Thanks for your support
Now I am even more motivated ^^
Thanks for your support
Now I am even more motivated ^^
Update May (20 Days in):
This sounds like you may be overexposing yourself. How many loops have you been doing lately? Have you been taking enough rest days?
I let them run from mon-friday 16-21:00 in a loop. The box is in my living room and the subs are playing in the backround.
On weekends rest.
Mhmm 5 loops a day is quite a lot for Qv2. Qv2 has seriously impressed most of us and i know myself that i started stonewalling after only 2 loops a day. Perhaps you could think about taking some extra rest days to see if that brings in more results.

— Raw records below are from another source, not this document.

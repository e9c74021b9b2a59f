import fs from "node:fs";
import path from "node:path";
import fontkit from "@pdf-lib/fontkit";
import fc from "fast-check";
import { PDFDocument, type PDFFont } from "pdf-lib";
import { beforeAll, describe, expect, it } from "vitest";
import { embedFonts, type Fonts, type Weight } from "@/lib/report/fonts";
import { shapesWordByWord, type ShapedFont } from "@/lib/report/shaping";

const WEIGHTS: [Weight, string][] = [
  ["regular", "400"],
  ["medium", "500"],
  ["semibold", "600"],
  ["bold", "700"],
];

// Words that shaping changes (ligatures fi, fl, ffi, ffl, IJ, ij, gj and "--"; i and j before a combining
// accent; a soft hyphen, which fontkit draws as a space glyph), and the report's kind of words and numbers.
const VOCABULARY = ["office", "fluff", "affluent", "IJssel", "bijou", "fjord", "--", "a--b", "i\u0301", "j\u0308x", "co\u00ADop", "1,412", "0.121", "(101", "%)", "±10 %", "—", "L/s", "in.", "w.c.", "½", "Tchebycheff", "Traverse", "AHU-1", "S1.1", "’quoted’", "fi", "f", "i"];

/**
 * The report's fonts against pdf-lib reading the same .woff files the way it did before the report
 * learnt any shortcut: whole texts shaped by fontkit with its default features.
 */
let report: Fonts;
const reference = {} as Record<Weight, PDFFont>;
let charset: string[];

beforeAll(async () => {
  report = await embedFonts(await PDFDocument.create());
  const doc = await PDFDocument.create();
  doc.registerFontkit(fontkit);
  for (const [weight, file] of WEIGHTS) reference[weight] = await doc.embedFont(fs.readFileSync(path.join(process.cwd(), "fonts", `barlow-latin-${file}-normal.woff`)), { subset: true });
  charset = reference.regular.getCharacterSet().map((cp) => String.fromCodePoint(cp));
});

describe("the report's fonts", () => {
  it("shape word by word, every weight (the shortcut is in use)", () => {
    for (const [weight] of WEIGHTS) expect(report[weight].wordByWord, weight).toBe(true);
  });

  it("measure and encode every text exactly as pdf-lib does, glyph for glyph and in the same subset order", () => {
    const word = fc.oneof(fc.constantFrom(...VOCABULARY), fc.array(fc.constantFrom(...charset), { minLength: 1, maxLength: 7 }).map((cs) => cs.join("")));
    const text = fc
      .tuple(fc.constantFrom("", " "), fc.array(fc.tuple(word, fc.constantFrom(" ", "  ")), { minLength: 1, maxLength: 12 }), fc.constantFrom("", " "))
      .map(([lead, parts, trail]) => lead + parts.map(([w, gap]) => w + gap).join("").trimEnd() + trail);
    fc.assert(
      fc.property(text, (t) => {
        for (const [weight] of WEIGHTS) {
          // At size 1: a size scales the size-1 width, as it always has.
          expect(report[weight].width(t, 1), `${weight} width of ${JSON.stringify(t)}`).toBe(reference[weight].widthOfTextAtSize(t, 1));
          expect(report[weight].encode(t).asString(), `${weight} glyphs of ${JSON.stringify(t)}`).toBe(reference[weight].encodeText(t).asString());
        }
      }),
      { numRuns: 400 },
    );
  });
});

/** A font whose substitution tables are made up for the check: one lookup under the features of each script. */
function madeUpFont(options: { lookup?: object; scripts?: { tag: string; lookups: number[] }[]; spaceClass?: number; morx?: boolean } = {}): ShapedFont {
  const SPACE = 3;
  const lookup = options.lookup ?? { lookupType: 4, flags: { flags: { ignoreBaseGlyphs: false } }, subTables: [ligature([10, 11], [[12]])] };
  const scripts = options.scripts ?? [
    { tag: "DFLT", lookups: [0] },
    { tag: "latn", lookups: [0] },
  ];
  return {
    glyphForCodePoint: (cp: number) => ({ id: cp === 0x20 ? SPACE : cp }),
    ...(options.morx ? { morx: {} } : {}),
    GDEF: { glyphClassDef: { version: 2, classRangeRecord: [{ start: SPACE, end: SPACE, class: options.spaceClass ?? 1 }] } },
    GSUB: {
      scriptList: scripts.map((s, i) => ({ tag: s.tag, script: { defaultLangSys: { reqFeatureIndex: 0xffff, featureIndexes: [i] } } })),
      featureList: scripts.map((s) => ({ tag: "liga", feature: { lookupListIndexes: s.lookups } })),
      lookupList: [lookup, { lookupType: 1, flags: { flags: { ignoreBaseGlyphs: false } }, subTables: [{ version: 1, coverage: { version: 1, glyphs: [40] }, deltaGlyphID: 1 }] }],
    },
  } as unknown as ShapedFont;
}
function ligature(first: number[], rest: number[][]) {
  return { substFormat: 1, coverage: { version: 1, glyphs: first }, ligatureSets: first.map(() => rest.map((components) => ({ glyph: 99, components }))) };
}
const plain = (subTables: object[], lookupType = 4, ignoreBaseGlyphs = false) => ({ lookupType, flags: { flags: { ignoreBaseGlyphs } }, subTables });

describe("telling whether a font shapes word by word", () => {
  it("says yes for substitutions that never touch the space", () => {
    expect(shapesWordByWord(madeUpFont())).toBe(true);
    expect(shapesWordByWord(madeUpFont({ lookup: plain([{ version: 3, backtrackCoverage: [], inputCoverage: [{ version: 2, rangeRecords: [{ start: 10, end: 20 }] }], lookaheadCoverage: [{ version: 1, glyphs: [30] }] }], 6) }))).toBe(true);
  });

  it("says no when a substitution starts at, reads or matches the space, or could step over it", () => {
    expect(shapesWordByWord(madeUpFont({ lookup: plain([ligature([3], [[10]])]) }))).toBe(false);
    expect(shapesWordByWord(madeUpFont({ lookup: plain([ligature([10], [[3, 11]])]) }))).toBe(false);
    expect(shapesWordByWord(madeUpFont({ lookup: plain([{ version: 3, backtrackCoverage: [], inputCoverage: [{ version: 1, glyphs: [10] }], lookaheadCoverage: [{ version: 2, rangeRecords: [{ start: 1, end: 5 }] }] }], 6) }))).toBe(false);
    expect(shapesWordByWord(madeUpFont({ lookup: plain([{ version: 1, coverage: { version: 1, glyphs: [3] }, deltaGlyphID: 1 }], 1) }))).toBe(false);
    // Class-based contexts are not read: no.
    expect(shapesWordByWord(madeUpFont({ lookup: plain([{ version: 2, coverage: { version: 1, glyphs: [10] } }], 6) }))).toBe(false);
    expect(shapesWordByWord(madeUpFont({ lookup: plain([ligature([10], [[11]])], 4, true) }))).toBe(false);
    expect(shapesWordByWord(madeUpFont({ spaceClass: 3 }))).toBe(false);
  });

  it("says no when scripts shape differently, for a script it does not know, and for AAT fonts", () => {
    expect(shapesWordByWord(madeUpFont({ scripts: [{ tag: "DFLT", lookups: [0] }, { tag: "latn", lookups: [0, 1] }] }))).toBe(false);
    expect(shapesWordByWord(madeUpFont({ scripts: [{ tag: "latn", lookups: [0] }, { tag: "grek", lookups: [0] }] }))).toBe(false);
    expect(shapesWordByWord(madeUpFont({ morx: true }))).toBe(false);
  });
});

Paging @RVconsultant , you know more about this than i do.
Thank you very much. I’ll do 1 loop and see if anything changes. With 1 loop I could run it over night. Is it better at night or at day or does it not matter at which time ?
Edit:
I’ve decided to change my routine to one loop each sub on Mo,Tu,Th,Fr with We and weekends rest. Since there are 2 subs with 1 loop each, this will be 2hrs on a sub day. That should be enough rest for my brain ^^
You could try either. Some people have disrupted or poor quality sleep if they listen when they are asleep.
I only listen when awake.
This week was pretty crazy.
I started on monday with 1 loop of PS and DD. It was a normal day. Nothing special…
On tuesday I felt pretty good, was happy, had energy and was very motivation. Social interactions went pretty good. After work I listened to PS and DD again.
On wednesday (day off) I felt very tired, unmotivated, very weak like I am going to become ill. I went to bed very early.
On thursday everything was normal again, no tiredness or weakness. It was more like monday (a normal day) instead of a nice, easy day like tuesday was. After work I listened again to PS and DD.
On friday I felt miserable. Really really miserable. I was very angry / frustrated with no apparent reason. I felt like an emotional bomb which could explode at any time. I never felt this bad for a long time. There was an intense urge to take drugs or anything that could numb this state. I went to bed early and slept 11hrs. No subs on this day.
Today i still feel a bit depressed but nothing like yesterday. I am confident that my mood will get better during the day.
It is hard to tell, if this comes from the subs, but I haven’t changed anything else in my life.
I’ve decided to take it super slow now… Just one loop of DD on monday and one loop of PS at friday. Maybe then I can tell them appart, if one sub in particular causes problems.
Trust me try reducing the loops
This is very powerful shit and one loop a day on 2 on one off is enough to carve a path
What is your current listening schedule?
This week was:
Mo,Tu,Th - 1 loop DD and 1 loop PS right after. So 2hrs of listening on a sub day
My plan for next week is:
Mo - 1 loop DD
Fr - 1 loop PS
If that goes well I would try:
Mo - 1 loop DD
We - 1 loop PS
Fr - 1 loop DD
Great!
Understood.
Update June:
Update July:
I have the feeling that the subs are working on the outer world, more attraction and more charisma, but my internal world is pretty much the same. I don’t have the feeling it is a inner game sub, but more of an outer game sub. Maybe Ascension would be a better program or Primal without seduction ?
i mean yes it’s pretty weird when women come onto you. like my aunts coworker. i think she wanted to make out with me. our faces were literally 2 inches apart. i wish i was on subs back then. such a gorgoues woman who looks exactly llike christina applegate.
i was like , she was just using me for the ride to the venue. the whole group of women were pretty low inhib. but looking back i can see that she wanted to fuck me because in the car before we went to the venue she said “i forgot my cigarettes back home”.
and i of course did not notice it and just went to the venue where her own daughter was. and bought cigarettes somewhere near the venue instead of going to her place.
i was so nervous when my aunt left the car. it felt so fucking weird like a teenage phantasy.
we live and learn.
On PS I had a girl cry to her friends that I did not want to fuck her. We were at a party and the girl was with our group of friends but I never met her before. At a point by the time we decided to get back home, she started to cry like I did not pay attention to her. I was like WTF? I ended up fucking her but it was horrible.
haha damn that sounds crazy
I wish I would get more of the “feeling comfortable and at ease around people” instead of being very attractive and can not handle the situation
What might give you more comfort and ease?
Here are some ideas:
Daredevil
Sanguine
Elixir
True Social
I’ve decided to not longer listen to DD and PS, because it is not developing in the direction I wanted it to do. The most important point, the serenity around people, did not change or even slightly improved. In short the most obvious parts that clearly happend was:
But the main reason why I quit is because Sage Immortal is out. The spiritual path is my most important part of my live and now that there is a single stage subliminal, I will focus 100% on this one.